#### TASK DESCRIPTION:
Check each line of the material below for "exists", then copy the ones that contain it.

★ ★ ★

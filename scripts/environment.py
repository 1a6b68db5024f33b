#!/usr/bin/env python3
"""Make a virtual environment with this checkout installed, once; used by the other scripts.

    python3 scripts/environment.py           make .venv and install tinctor into it
    python3 scripts/environment.py --extra dev    with what tests and checks need

The environment is made anew when pyproject.toml changes.
"""

from __future__ import annotations

import argparse
import hashlib
import os
import subprocess
import sys
import venv
from pathlib import Path

ROOT = Path(__file__).resolve().parents[1]
ENVIRONMENT = ROOT / ".venv"
#: Set in the environment of a script that runs in that environment already.
INSIDE = "TINCTOR_INSIDE_ENVIRONMENT"


def python_with_tinctor(extra: str = "") -> Path:
    """Return the Python of an environment in which this checkout is installed, made if it is not there.

    Parameters
    ----------
    extra
        Optional dependencies to install too, "dev" or none.
    """
    if sys.version_info < (3, 11):  # noqa: UP036  (older Pythons must be told, not fail on syntax later)
        raise SystemExit(f"tinctor needs Python 3.11 or later, found {sys.version.split()[0]}")
    python = ENVIRONMENT / ("Scripts/python.exe" if os.name == "nt" else "bin/python")
    stamp = ENVIRONMENT / f"installed-{extra or 'plain'}"
    digest = hashlib.sha256((ROOT / "pyproject.toml").read_bytes()).hexdigest()
    if python.exists() and stamp.exists() and stamp.read_text() == digest:
        return python
    if not python.exists():
        print(f"making a virtual environment in {ENVIRONMENT.name} ...", file=sys.stderr)
        venv.create(ENVIRONMENT, with_pip=True)
    print("installing tinctor and what it needs (a minute the first time) ...", file=sys.stderr)
    target = f"{ROOT}[{extra}]" if extra else str(ROOT)
    done = subprocess.run(
        [str(python), "-m", "pip", "install", "--quiet", "--disable-pip-version-check", "-e", target], check=False
    )
    if done.returncode:
        raise SystemExit("pip could not install tinctor: see its message above; a package index must be reachable")
    stamp.write_text(digest)
    return python


def inside(extra: str = "") -> None:
    """Go on in the environment's Python: for scripts that need more than the standard library. Returns when already there."""
    if os.environ.get(INSIDE):
        return
    python = str(python_with_tinctor(extra))
    raise SystemExit(subprocess.run([python, *sys.argv], env={**os.environ, INSIDE: "1"}, check=False).returncode)


if __name__ == "__main__":
    parser = argparse.ArgumentParser(description=__doc__, formatter_class=argparse.RawDescriptionHelpFormatter)
    parser.add_argument("--extra", default="", choices=["", "dev"], help="optional dependencies to install")
    print(python_with_tinctor(parser.parse_args().extra))
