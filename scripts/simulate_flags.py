#!/usr/bin/env python3
"""How often is an unmodelled absorber called, rightly and wrongly? False alarm rate and power by simulation.

    python3 scripts/simulate_flags.py                 (about a minute)
    python3 scripts/simulate_flags.py --spectra 5000

Three dyes at mid range, measured with the declared noise. First without anything else (false alarms), then with a smooth
model error as large as the allowance (0.3 % of the absorbance and 1 mAU, drawn anew for each sample), then with a hidden
Gaussian band at eleven positions. For each hidden band: how often it is noticed, the largest bias that it causes (of the
three dyes, in % of the concentration), and what the answer itself states: the smallest visible absorber (of bands 60 nm
wide), the largest unseen bias.

The same functions run in tests/truth/test_flag_rates.py with fewer samples.
"""

from __future__ import annotations

import argparse
import sys
from dataclasses import dataclass
from importlib.util import find_spec
from pathlib import Path

if __name__ == "__main__" and find_spec("tinctor") is None:
    sys.path.insert(0, str(Path(__file__).resolve().parent))
    from environment import inside

    inside()

import numpy as np

from tinctor import Component, NoiseModel, Resolution, ResolveSettings, SpectrumBatch, resolve_batch

W = np.linspace(400.0, 700.0, 301)
CENTRES = (445.0, 525.0, 615.0)
NOISE = NoiseModel(floor=0.0005, transmittance=0.0001, wavelength_nm=0.05)
POSITIONS = np.linspace(400.0, 700.0, 11)


@dataclass(frozen=True)
class Rates:
    """What became of samples with one kind of trouble."""

    trouble: str
    noticed: float
    warned: float
    bias_percent: float
    stated_bias_percent: float
    smallest_visible: float

    def line(self) -> str:
        return (
            f"{self.trouble:<42} noticed {100 * self.noticed:5.1f} %, as a warning {100 * self.warned:5.1f} %; "
            f"bias {self.bias_percent:5.2f} %, stated unseen {self.stated_bias_percent:5.2f} %; "
            f"stated smallest visible {1000 * self.smallest_visible:4.1f} mAU"
        )


def dye(centre: float) -> np.ndarray:
    """Absorptivity in L g-1 cm-1: a main band and a shoulder."""
    return np.asarray(30.0 * np.exp(-0.5 * ((W - centre) / 28.0) ** 2) + 14.0 * np.exp(-0.5 * ((W - centre + 38.0) / 30.0) ** 2))


DYES = [Component(f"dye-{k}", W, dye(centre), basis="mass", scale_relative_u=0.01) for k, centre in enumerate(CENTRES)]
K = np.stack([d.absorptivity for d in DYES])


def mixtures(samples: int, rng: np.random.Generator) -> tuple[np.ndarray, np.ndarray]:
    """Return concentrations in the cell (n, 3) and their absorbance (n, m)."""
    c = rng.uniform(0.008, 0.02, (samples, 3))
    return c, c @ K


def smooth_error(A: np.ndarray, rng: np.random.Generator) -> np.ndarray:
    """Return a smooth random error with the standard deviation of the allowance: correlated over 25 nm."""
    kernel = np.exp(-0.5 * ((W[:, None] - W[None, :]) / 25.0) ** 2)
    root = np.linalg.cholesky(kernel + 1e-6 * np.eye(W.size))
    size = np.sqrt(0.001**2 + (0.003 * A) ** 2)
    return np.asarray(size * (rng.normal(size=A.shape) @ root.T))


def band(centre: float, width: float, height: float) -> np.ndarray:
    return np.asarray(height * np.exp(-4 * np.log(2) * ((W - centre) / width) ** 2))


def resolved(A: np.ndarray, rng: np.random.Generator) -> Resolution:
    """Return the answer for samples measured with the declared noise, shift and an offset."""
    shifted = A + rng.normal(0, NOISE.wavelength_nm, len(A))[:, None] * np.gradient(A, W, axis=1)
    noisy = shifted + rng.normal(0, 0.002, len(A))[:, None] + NOISE.reading_u(shifted) * rng.normal(size=A.shape)
    batch = SpectrumBatch([str(k) for k in range(len(A))], W, noisy)
    return resolve_batch(batch, DYES, ResolveSettings(noise=NOISE))


def rates(trouble: str, result: Resolution, c: np.ndarray) -> Rates:
    """Count the flag, and compare bias caused with bias stated."""
    grades = result.severity.get("unmodelled-absorber")
    worst = np.zeros(len(c)) if grades is None else grades.max(axis=1)
    bias = np.abs((result.unconstrained - c).mean(axis=0) / c.mean(axis=0)).max()
    assert result.interferent is not None
    stated = (result.visible_residual[:, None] * result.interferent.bias_per_residual / c).mean(axis=0).max()
    visible = float((result.interferent.height_per_residual * result.visible_residual).mean())
    return Rates(trouble, float((worst > 0).mean()), float((worst > 1).mean()), 100 * float(bias), 100 * float(stated), visible)


def clean(samples: int, seed: int) -> tuple[Rates, Resolution]:
    """Samples with nothing wrong."""
    rng = np.random.default_rng([seed, 0])
    c, A = mixtures(samples, rng)
    result = resolved(A, rng)
    return rates("nothing", result, c), result


def with_model_error(samples: int, seed: int) -> Rates:
    """Samples with a model error the size of the allowance."""
    rng = np.random.default_rng([seed, 1])
    c, A = mixtures(samples, rng)
    return rates("smooth model error, size of the allowance", resolved(A + smooth_error(A, rng), rng), c)


def with_band(samples: int, seed: int, width: float, height: float, position: float) -> Rates:
    """Samples with a hidden band."""
    rng = np.random.default_rng([seed, 2, int(width), int(1e6 * height), int(position)])
    c, A = mixtures(samples, rng)
    return rates(
        f"band at {position:.0f} nm, {width:.0f} nm wide, {1000 * height:.0f} mAU",
        resolved(A + band(position, width, height), rng),
        c,
    )


def main() -> int:
    """Print false alarms, then power over positions for widths and heights."""
    parser = argparse.ArgumentParser(description=__doc__, formatter_class=argparse.RawDescriptionHelpFormatter)
    parser.add_argument("--spectra", type=int, default=2000, help="samples of each kind (default 2000)")
    parser.add_argument("--seed", type=int, default=1, help="of the random numbers")
    options = parser.parse_args()
    first, result = clean(10 * options.spectra, options.seed)
    print(first.line())
    for code in ("collinear", "offset-large", "scatter-large", "negative-estimate", "saturated"):
        grades = result.severity.get(code)  # type: ignore[call-overload]
        print(f"  nothing, and yet {code}: {0.0 if grades is None else 100 * float((grades > 1).mean()):.2f} % as a warning")
    print(with_model_error(10 * options.spectra, options.seed).line(), flush=True)
    for width in (30.0, 60.0, 90.0):
        for height in (0.005, 0.01, 0.02, 0.04):
            found = [with_band(options.spectra // 10, options.seed, width, height, position) for position in POSITIONS]
            noticed, bias = np.array([f.noticed for f in found]), np.array([f.bias_percent for f in found])
            unseen = bias[noticed < 0.5]
            print(
                f"band {width:.0f} nm wide, {1000 * height:3.0f} mAU, 11 positions: noticed {100 * noticed.mean():5.1f} % "
                f"({100 * noticed.min():.0f} to {100 * noticed.max():.0f}); largest bias {bias.max():5.2f} %, "
                f"largest where it is mostly missed {unseen.max() if unseen.size else 0:5.2f} %; "
                f"stated unseen {found[0].stated_bias_percent:.2f} %, "
                f"stated smallest visible {1000 * found[0].smallest_visible:.0f} mAU",
                flush=True,
            )
    return 0


if __name__ == "__main__":
    raise SystemExit(main())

★ ★ ★

#### ANSWER SECTION:
    if python.exists() and stamp.exists() and stamp.read_text() == digest:
    if not python.exists():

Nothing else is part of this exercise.